SUPPLIED DATA Start Marker

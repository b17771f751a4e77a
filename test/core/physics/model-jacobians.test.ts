/**
 * Every physics model the analysis panel fits offers an analytic Jacobian,
 * and a combined value-and-Jacobian pass with the same numbers: checked
 * against central differences of its own `evaluate` (step 1e-6 relative;
 * agreement to 1e-6 of each column's size, well above the difference
 * error ≈ h² and the rounding ≈ ε/h). Parameter values and grids are chosen
 * here, away from the kinks (Tc, T1) where a derivative jumps (common
 * practice, no source).
 */
import { describe, expect, it } from 'vitest';
import type { IFitModel } from '../../../src/core/fit/index';
import { beanRodbellTransition } from '../../../src/core/physics/bean-rodbell';
import { beanRodbellFitModel, beanRodbellStartModel } from '../../../src/core/physics/bean-rodbell-fit';
import { powerLawModel } from '../../../src/core/physics/critical/index';
import { curieWeissModel } from '../../../src/core/physics/curie-weiss';
import { landauFitModel } from '../../../src/core/physics/landau/fit-model';
import { weissIsothermModel, weissMTModel } from '../../../src/core/physics/weiss-fit';

/**
 * `forward` lists columns checked with the one-sided difference (−3f(p) + 4f(p + h) − f(p + 2h))/(2h),
 * h = 1e-6·max(|p|, 1), error O(h²): for a parameter at a bound beyond which the model is flat
 * (u = 1/J at 0, the classical limit).
 */
function checkJacobian(model: IFitModel, p: number[], x: Float64Array, tol = 1e-6, forward: number[] = []): void {
  const n = x.length;
  const k = p.length;
  const pp = Float64Array.from(p);
  const jac = new Float64Array(n * k);
  model.jacobian!(pp, x, jac);
  const up = new Float64Array(n);
  const dn = new Float64Array(n);
  for (let j = 0; j < k; j++) {
    const oneSided = forward.includes(j);
    const h = 1e-6 * Math.max(Math.abs(p[j]), oneSided ? 1 : 1e-3);
    const q = Float64Array.from(p);
    q[j] = p[j] + h;
    model.evaluate(q, x, up);
    q[j] = oneSided ? p[j] + 2 * h : p[j] - h;
    model.evaluate(q, x, dn);
    const at = new Float64Array(n);
    if (oneSided) {
      model.evaluate(pp, x, at);
    }
    let scale = 0;
    for (let i = 0; i < n; i++) {
      scale = Math.max(scale, Math.abs(jac[i * k + j]));
    }
    expect(scale).toBeGreaterThan(0);
    for (let i = 0; i < n; i++) {
      const fd = oneSided ? (-3 * at[i] + 4 * up[i] - dn[i]) / (2 * h) : (up[i] - dn[i]) / (2 * h);
      expect(Math.abs(jac[i * k + j] - fd)).toBeLessThanOrEqual(tol * scale);
    }
  }
  // the combined pass gives exactly the separate results
  if (model.evaluateWithJacobian) {
    const out = new Float64Array(n);
    const out2 = new Float64Array(n);
    const jac2 = new Float64Array(n * k);
    model.evaluate(pp, x, out);
    model.evaluateWithJacobian(pp, x, out2, jac2);
    expect(Array.from(out2)).toEqual(Array.from(out));
    expect(Array.from(jac2)).toEqual(Array.from(jac));
  }
}

const grid = (a: number, b: number, n: number): Float64Array => Float64Array.from({ length: n }, (_, i) => a + ((b - a) * i) / (n - 1));

describe('analytic Jacobians of the fitted physics models', () => {
  it.each([
    ['plain', {}, [1.1, 300, 0.34]],
    ['with background', { background: true }, [1.1, 300, 0.34, 0.02]],
    ['with the Wegner term and background, ψ²', { background: true, wegnerDelta: 0.52, proxyPower: 2 }, [1.1, 300, 0.34, 0.02, -0.4]]
  ] as const)('critical power law, %s', (_name, options, p) => {
    checkJacobian(powerLawModel(options), [...p], grid(150, 297, 300));
  });

  it('Curie–Weiss χ0 + C/(T − θ)', () => {
    checkJacobian(curieWeissModel, [1.2, 15, 0.002], grid(30, 350, 200));
  });

  it.each([
    [0.5, 0, 0],
    [1, 0, 0],
    [3.5, 2, 7]
  ])('Weiss M(T), J = %f, field %f T, moment %f μB', (J, field, moment) => {
    // points below Tc = 630 and above it, not within 2 K of it
    const T = Float64Array.from([...grid(30, 620, 150), ...grid(640, 700, 30)]);
    checkJacobian(weissMTModel(J, false, field, moment), [1.5, 630], T, 1e-5);
  });

  it.each([
    [0, 0, 0],
    [0.3, 0, 0],
    [1, 0, 0],
    [2, 0, 0],
    [0.3, 2, 7]
  ])('Weiss M(T) with the spin free as u = 1/J = %f, field %f T, moment %f μB', (u, field, moment) => {
    // points below Tc = 630 and above it, not within 2 K of it; u = 0 (J = ∞) is the lower
    // bound, beyond which the model stays at J = ∞: one-sided differences in u there
    const T = Float64Array.from([...grid(30, 620, 150), ...grid(640, 700, 30)]);
    const model = weissMTModel(1, 'inverse', field, moment);
    const p = [1.5, 630, u];
    checkJacobian(model, p, T, 1e-5, u === 0 ? [2] : []);
    // the u column is analytic: zero above Tc in zero field and at Tc itself (F_m = 0 there)
    const Ts = Float64Array.from([...T, 630]);
    const jac = new Float64Array(3 * Ts.length);
    const out = new Float64Array(Ts.length);
    model.evaluateWithJacobian!(Float64Array.from(p), Ts, out, jac);
    for (let i = 0; i < Ts.length; i++) {
      const du = jac[3 * i + 2];
      expect(Number.isFinite(du)).toBe(true);
      if (field === 0 && Ts[i] >= 630) {
        expect(du).toBe(0);
      } else {
        expect(du).not.toBe(0);
      }
      // at u = 0 in zero field ∂m/∂u = m/2 exactly (B ≈ a L(a x), a = 1 + u/2, to first order in u):
      // the u column is Ms·m/2, parallel to the Ms column
      if (u === 0 && field === 0) {
        expect(Math.abs(du - out[i] / 2)).toBeLessThanOrEqual(1e-12 * Math.abs(out[i]));
      }
    }
  });

  it.each([
    [0.5, 0, 0],
    [3.5, 0, 0],
    [2, 2, 7]
  ])('Weiss M(T) with the spin J = %f itself free, field %f T, moment %f μB', (J, field, moment) => {
    // the J column is the 1/J column times −1/J² (chain rule); points not within 2 K of Tc
    const T = Float64Array.from([...grid(30, 620, 150), ...grid(640, 700, 30)]);
    checkJacobian(weissMTModel(J, true, field, moment), [1.5, 630, J], T, 1e-5);
  });

  it('Weiss M(B, T) isotherms (Ms, Tc, moment)', () => {
    const T: number[] = [];
    const B: number[] = [];
    for (const t of [200, 400, 600, 700, 800]) {
      for (const b of [0.1, 0.5, 1, 2, 5, 9]) {
        T.push(t);
        B.push(b);
      }
    }
    const model = weissIsothermModel(1, Float64Array.from(T), Float64Array.from(B));
    checkJacobian(model, [2, 650, 4], Float64Array.from(T, (_, i) => i), 1e-5);
  });

  it.each([
    ['continuous (b > 0)', [2, 400, 0.5, 0.2]],
    ['first order (b < 0)', [2, 400, -0.5, 0.2]]
  ] as const)('Landau ψ(T), 1/χ(T) and ΔC, %s', (_name, p) => {
    // ψ points below the transition and above it, 1/χ points on both sides, one ΔC
    const Ts: number[] = [];
    const kinds: number[] = [];
    for (const t of grid(300, 395, 40)) {
      Ts.push(t);
      kinds.push(0);
    }
    for (const t of [410, 430, 450]) {
      Ts.push(t);
      kinds.push(0);
    }
    for (const t of [...grid(300, 395, 20), 410, 450]) {
      Ts.push(t);
      kinds.push(1);
    }
    Ts.push(0);
    kinds.push(2);
    const model = landauFitModel(kinds, Ts);
    const x = Float64Array.from(Ts, (_, i) => i);
    if (p[2] > 0) {
      checkJacobian(model, [...p], x);
    } else {
      // ΔC is defined for b > 0 only: the first-order case without that point
      checkJacobian(landauFitModel(kinds.slice(0, -1), Ts.slice(0, -1)), [...p], x.subarray(0, x.length - 1));
    }
  });
  // Points on both sides of the transition at Tc = T0·τc(η), none within
  // 3 K of it: the steps (1e-6 of T0 and η) move Tc by far less than that.
  // η < 1: continuous at T0 (derivatives in T0 and η diverge there); η > 1:
  // first order, σ jumps at Tc > T0.
  it.each([
    [0.5, 0.4],
    [0.5, 1.8],
    [3.5, 0.7],
    [3.5, 1.4],
    [Infinity, 0.5],
    [Infinity, 2.5]
  ])('Bean–Rodbell M(T) (Ms, T0, η), J = %f, η = %f', (J, eta) => {
    const T0 = 300;
    const Tc = T0 * beanRodbellTransition(J, eta).tauC;
    const T = Float64Array.from([...grid(40, Tc - 3, 50), ...grid(Tc + 3, 1.3 * Tc, 10)]);
    const model = beanRodbellFitModel(J);
    checkJacobian(model, [2.5, T0, eta], T);
    // disordered points (σ = 0) have zero rows, ordered points none
    const jac = new Float64Array(3 * T.length);
    model.jacobian!(Float64Array.from([2.5, T0, eta]), T, jac);
    for (let i = 0; i < T.length; i++) {
      const row = Array.from(jac.subarray(3 * i, 3 * i + 3));
      if (T[i] > Tc) {
        expect(row).toEqual([0, 0, 0]);
      } else {
        expect(row.every(v => v !== 0 && Number.isFinite(v))).toBe(true);
      }
    }
  });

  it('Bean–Rodbell M(T): NaN values and Jacobian where T0 ≤ 0 or η < 0', () => {
    const model = beanRodbellFitModel(0.5);
    const T = grid(50, 400, 5);
    for (const p of [
      [2, 0, 0.5],
      [2, 300, -0.1]
    ]) {
      const out = new Float64Array(5);
      const jac = new Float64Array(15);
      model.evaluateWithJacobian!(Float64Array.from(p), T, out, jac);
      expect(Array.from(out).every(Number.isNaN)).toBe(true);
      expect(Array.from(jac).every(Number.isNaN)).toBe(true);
    }
  });

  it.each([
    [0.5, 0.6],
    [0.5, 1.8],
    [3.5, 1.2],
    [Infinity, 0.3]
  ])('Bean–Rodbell start model T(M) (Ms, T0, η), J = %f, η = %f', (J, eta) => {
    // ordered-branch magnetisations m = M/Ms from 0.04 to 0.98; x holds indices
    const M = Array.from(grid(0.08, 1.96, 40));
    const model = beanRodbellStartModel(J, M);
    checkJacobian(model, [2, 300, eta], Float64Array.from(M, (_, i) => i));
  });
});
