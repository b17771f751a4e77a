/**
 * From the text a user typed to checked mathjs trees: normalisation (with
 * the map back to the original), character and parenthesis scan, the
 * `response = model` split, parsing with errors in our words, and the tree
 * checks. Shared by `parseExpressionModel` and `inspectExpression`, so both
 * report the same problem at the same place.
 */
import type { MathNode } from 'mathjs';
import { msg } from '../messages';
import { checkTree } from './check';
import { ExpressionError, normalizeWithMap, splitEquationAt } from './normalize';
import type { INormalizedText } from './normalize';
import { Locator, characterNumber, originalIndex, parsePart, scanText } from './syntax';

/** A checked expression. */
export interface IAnalysedExpression {
  readonly original: string;
  readonly normalized: INormalizedText;
  /** Left-hand side (normalised text) or null. */
  readonly lhs: string | null;
  /** Right-hand side (normalised text). */
  readonly rhs: string;
  readonly lhsNode: MathNode | null;
  readonly rhsNode: MathNode;
  readonly lhsLocator: Locator | null;
  readonly rhsLocator: Locator;
}

/** Built-in constants of expressions (a parameter list naming one of them makes it a parameter). */
export const BUILTIN_CONSTANTS: Readonly<Record<string, number>> = Object.freeze({ pi: Math.PI, PI: Math.PI, π: Math.PI, e: Math.E, E: Math.E });

/**
 * Normalises, scans, splits, parses and checks `text`. `isVariable` tells
 * the names of the x variable (exempt from the unit check: `2 T` with a
 * column T is 2·T). Throws `ExpressionError` with the position in `text`.
 */
export function analyseExpression(text: unknown, isVariable: (name: string) => boolean): IAnalysedExpression {
  if (typeof text !== 'string' || text.trim() === '') {
    throw new ExpressionError(msg('expression.empty', 'The model expression is empty: write one, e.g. A*exp(-x/T0) + c.'), null);
  }
  try {
    return analyse(text, isVariable);
  } catch (err) {
    if (err instanceof RangeError) {
      throw new ExpressionError(
        msg('expression.depth', 'The expression is too deeply nested or too long to read; split it into simpler terms.'),
        null
      );
    }
    throw err;
  }
}

function analyse(text: string, isVariable: (name: string) => boolean): IAnalysedExpression {
  const n = normalizeWithMap(text);
  scanText(n, text);
  const split = splitEquationAt(n.text);
  if (split.equals.length > 1) {
    const pos = originalIndex(n, split.equals[1]);
    throw new ExpressionError(
      msg('expression.equals', "Character %1: a second '='. An equation has one: response = model (or just the model).", characterNumber(text, pos)),
      pos
    );
  }
  if (split.rhs === '') {
    const pos = originalIndex(n, n.text.length);
    throw new ExpressionError(msg('expression.model.empty', "Nothing follows '=': write the model after it."), pos);
  }
  if (split.lhs === '') {
    throw new ExpressionError(msg('expression.response.empty', "Nothing stands before '=': write the response there (e.g. y) or remove the '='."), originalIndex(n, 0));
  }
  const rhsEnd = split.rhsOffset + split.rhs.length;
  const rhsLocator = new Locator(n, text, split.rhsOffset, rhsEnd);
  const rhsNode = parsePart(split.rhs, split.rhsOffset, n, text);
  checkTree(rhsNode, { locator: rhsLocator, isVariable });
  let lhsNode: MathNode | null = null;
  let lhsLocator: Locator | null = null;
  if (split.lhs !== null) {
    lhsLocator = new Locator(n, text, split.lhsOffset, split.lhsOffset + split.lhs.length);
    lhsNode = parsePart(split.lhs, split.lhsOffset, n, text);
    checkTree(lhsNode, { locator: lhsLocator, isVariable: () => false });
  }
  return { original: text, normalized: n, lhs: split.lhs, rhs: split.rhs, lhsNode, rhsNode, lhsLocator, rhsLocator };
}

/** ExpressionError at the first place of `name` in `locator` (or without a place). */
export function errorAtName(locator: Locator | null, name: string, build: (charNo: number | string) => ReturnType<typeof msg>): ExpressionError {
  const { pos, charNo } = locator ? locator.place(locator.name(name)) : { pos: null, charNo: null };
  return new ExpressionError(build(charNo ?? '?'), pos);
}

SUPPLIED DATA End Marker

**WORK ITEM:** Once you have gone through the listing, state the number of lines holding the word "subarray" and nothing else.

**EXERCISE OUTPUT:** 2